Exercise details
From the entries that follow, copy exactly the lines beginning at the line holding "# A bracket" and continuing through the line holding "for k, (label, (group, rate))".

Extracted material
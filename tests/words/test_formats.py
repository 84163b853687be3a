"""Tables as markup and as data, read back by readers that are not ours."""

from __future__ import annotations

import csv
import io
import json
import math
from html.parser import HTMLParser
from pathlib import Path

import numpy as np
import pandas as pd
from hypothesis import example, given
from hypothesis import strategies as st

from svyrates.words import Column, Table, fixed, for_terminal
from svyrates.words.tabular import Tabular

HOSTILE = [
    "</td></tr></table><script>alert(1)</script>",
    '" onload="x',
    "=cmd|' /C calc'!A0",
    "a|b\\|c",
    "line\r\nbreak\rand\nmore",
    'quote " and , comma',
    "\x1b[2J\u202e",
    "[18, 30)",
    "*starred",
    "&amp; \\\\ \\& % {",
    "x" * 3000,
    "日本語 e\u0301",
    "",
]
LABELS = st.lists(st.text() | st.sampled_from(HOSTILE), min_size=1, max_size=5)
VALUES = st.none() | st.floats() | st.integers(-(2**60), 2**60) | st.booleans()


def _table(labels: list[str]) -> Table:
    rates = [k / 7 for k in range(len(labels))]
    return Table(
        labels[0],
        (
            Column("group", labels[-1], labels, key=True),
            Column("rate", "rate", rates, kind="number", show=lambda x: fixed(x, 3)),
        ),
        (labels[-1],),
    )


def _values(values: list[object]) -> Table:
    return Table("T", (Column("v", "v", values), Column("w", "w", values)))


class _Reader(HTMLParser):
    """Tags with their attributes and the text of every element; fails if tags cross."""

    def __init__(self) -> None:
        super().__init__()
        self.path: list[str] = []
        self.attributes: list[tuple[str, str, str | None]] = []
        self.texts: list[tuple[str, str]] = []

    def handle_starttag(self, tag: str, attrs: list[tuple[str, str | None]]) -> None:
        self.path.append(tag)
        self.attributes += [(tag, name, value) for name, value in attrs]
        self.texts.append((tag, ""))

    def handle_endtag(self, tag: str) -> None:
        assert self.path.pop() == tag

    def handle_data(self, data: str) -> None:
        if self.path and self.path[-1] in ("caption", "th", "td", "p"):
            self.texts[-1] = (self.path[-1], self.texts[-1][1] + data)
        else:
            assert not data.strip() or self.path[-1] == "style"

    def of(self, *tags: str) -> list[str]:
        return [text for tag, text in self.texts if tag in tags]


@given(LABELS)
@example(HOSTILE)
def test_html_reads_back_as_it_was(labels: list[str]) -> None:
    reader = _Reader()
    reader.feed(_table(labels).html())
    reader.close()
    assert reader.path == []
    rates = [fixed(k / 7, 3) for k in range(len(labels))]
    shown = list(map(for_terminal, labels))
    assert reader.of("caption") == [shown[0]]
    assert reader.of("th") == [shown[-1], "rate", *shown]
    assert reader.of("td") == rates
    assert reader.of("p") == [shown[-1]]
    # Every attribute is one of ours, and every header says what it heads.
    assert {name for _, name, _ in reader.attributes} == {"class", "scope"}
    scopes = [value for _, name, value in reader.attributes if name == "scope"]
    assert scopes == ["col"] * 2 + ["row"] * len(labels)


def test_golden_html() -> None:
    table = Table(
        "Rates & more",
        (
            Column("g", "group", ["<b>"], key=True),
            Column("p", "rate", [0.25], kind="number", show=lambda x: fixed(x, 2)),
            Column("s", "said", ["'yes'"]),
        ),
        ("One note.",),
    )
    style, _, markup = table.html().partition("</style>")
    assert style.startswith("<style>")
    assert "<" not in style.removeprefix("<style>")
    number = 'class="rates-number"'
    assert markup.replace("\n", "") == (
        '<div class="rates-frame"><table class="rates-table"><caption>Rates &amp; more</caption>'
        f'<thead><tr><th scope="col">group</th><th scope="col" {number}>rate</th>'
        '<th scope="col">said</th></tr></thead>'
        f'<tbody><tr><th scope="row">&lt;b&gt;</th><td {number}>0.25</td>'
        "<td>&#x27;yes&#x27;</td></tr></tbody></table></div>"
        '<p class="rates-notes">One note.</p>'
    )


def _unescaped(line: str, mark: str) -> int:
    """Count marks that no backslash takes away, reading as a parser does, from the left."""
    n_marks, skip = 0, False
    for each in line:
        n_marks += each == mark and not skip
        skip = each == "\\" and not skip
    return n_marks


@given(LABELS)
@example(HOSTILE)
def test_markdown_rows_have_the_same_number_of_cells(labels: list[str]) -> None:
    title, blank, *lines = _table(labels).markdown().split("\n")
    assert (title[:2], title[-2:], blank) == ("**", "**", "")
    rows = lines[: len(labels) + 2]
    assert [_unescaped(row, "|") for row in rows] == [3] * len(rows)
    assert lines[len(labels) + 2] == ""
    assert rows[1] == "| :--- | ---: |"


@given(LABELS)
@example(HOSTILE)
def test_latex_rows_have_the_same_number_of_cells(labels: list[str]) -> None:
    head, body = _table(labels).latex().split("\\begin{tabular}{lr}\n\\hline\n")
    assert head.startswith("\\textbf{")
    rows = [row for row in body.split("\\hline\n") if row.endswith(" \\\\\n")]
    lines = "".join(rows).splitlines()
    assert len(lines) == len(labels) + 1
    assert [_unescaped(line, "&") for line in lines] == [1] * len(lines)
    # A bracket or a star there would be read as an argument of the end of the row before.
    assert not [line for line in lines if line.startswith(("[", "*"))]


def test_latex_ages_in_brackets_stay_in_their_cell() -> None:
    ages = Column("age", "age", ["[18, 30)", "30+", "*"], key=True)
    assert Table("T", (ages,)).latex().splitlines()[6:9] == [
        "{}[18, 30) \\\\",
        "30+ \\\\",
        "{}* \\\\",
    ]


@given(LABELS)
@example(HOSTILE)
@example(["a\rb", "\r", '"'])
def test_csv_reads_back_as_it_was(labels: list[str]) -> None:
    header, *rows = csv.reader(io.StringIO(_table(labels).csv(), newline=""), strict=True)
    assert header == ["group", "rate"]
    assert len(rows) == len(labels)
    for k, (label, (group, rate)) in enumerate(zip(labels, rows, strict=True)):
        assert group in (label, f"'{label}")
        assert rate == repr(k / 7)
        assert not group.startswith(tuple("=+-@\t\r\n＝＋－＠"))


@given(st.lists(VALUES, min_size=1))
@example([0.1, -0.0, 1e-300, math.inf, -math.inf, math.nan, None])
def test_csv_keeps_every_digit(values: list[object]) -> None:
    rows = csv.DictReader(io.StringIO(_values(values).csv(), newline=""))
    for value, row in zip(values, rows, strict=True):
        if value is None or value != value:
            assert row["v"] == ""
        else:
            assert row["v"] == repr(value)


def test_csv_of_other_libraries_values() -> None:
    values = [np.float64(0.1), np.int64(-3), np.bool_(True), pd.NA, pd.NaT, np.float64("nan")]
    column = Column("v", "v", values)
    assert Table("T", (column,)).csv() == 'v\n0.1\n-3\nTrue\n""\n""\n""\n'


def _refused(constant: str) -> None:
    raise AssertionError(f"{constant} is no JSON")


@given(st.lists(VALUES | st.text(), min_size=1))
@example([math.inf, -math.inf, math.nan, None, "\u2028\x00\x1b"])
def test_json_reads_back_with_nulls(values: list[object]) -> None:
    text = _values(values).json()
    read = json.loads(text, parse_constant=_refused)
    finite = [None if isinstance(v, float) and not math.isfinite(v) else v for v in values]
    assert [row["v"] for row in read["rows"]] == finite
    assert [type(row["v"]) for row in read["rows"]] == [type(v) for v in finite]
    assert text == _values(list(values)).json()
    assert list(read) == ["title", "columns", "rows", "notes"]
    assert {tuple(row) for row in read["rows"]} == {("v", "w")}


def test_json_of_other_libraries_values() -> None:
    values = [np.float64(0.1), np.int64(-3), np.bool_(True), pd.NA, pd.NaT, pd.Interval(1, 2)]
    read = json.loads(_values(values).json())
    assert [row["v"] for row in read["rows"]] == [0.1, -3, True, None, None, "(1, 2]"]


class _Given(Tabular):
    def table(self, *, percent: bool = False, every_column: bool = False) -> Table:  # noqa: ARG002
        return _table(["\ud800 half a character", "whole"])


def test_every_format_reaches_a_file(tmp_path: Path) -> None:
    given_ = _Given()
    writers = [
        given_.to_csv, given_.to_json, given_.to_html, given_.to_markdown, given_.to_latex,
    ]  # fmt: skip
    for number, write in enumerate(writers):
        path = tmp_path / str(number)
        text = write(path)
        assert path.read_bytes() == text.replace("\ud800", r"\ud800").encode("utf-8")
        assert "half a character" in text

Your response
    # A bracket or a star there would be read as an argument of the end of the row before.
    assert not [line for line in lines if line.startswith(("[", "*"))]


def test_latex_ages_in_brackets_stay_in_their_cell() -> None:
    ages = Column("age", "age", ["[18, 30)", "30+", "*"], key=True)
    assert Table("T", (ages,)).latex().splitlines()[6:9] == [
        "{}[18, 30) \\\\",
        "30+ \\\\",
        "{}* \\\\",
    ]


@given(LABELS)
@example(HOSTILE)
@example(["a\rb", "\r", '"'])
def test_csv_reads_back_as_it_was(labels: list[str]) -> None:
    header, *rows = csv.reader(io.StringIO(_table(labels).csv(), newline=""), strict=True)
    assert header == ["group", "rate"]
    assert len(rows) == len(labels)
    for k, (label, (group, rate)) in enumerate(zip(labels, rows, strict=True)):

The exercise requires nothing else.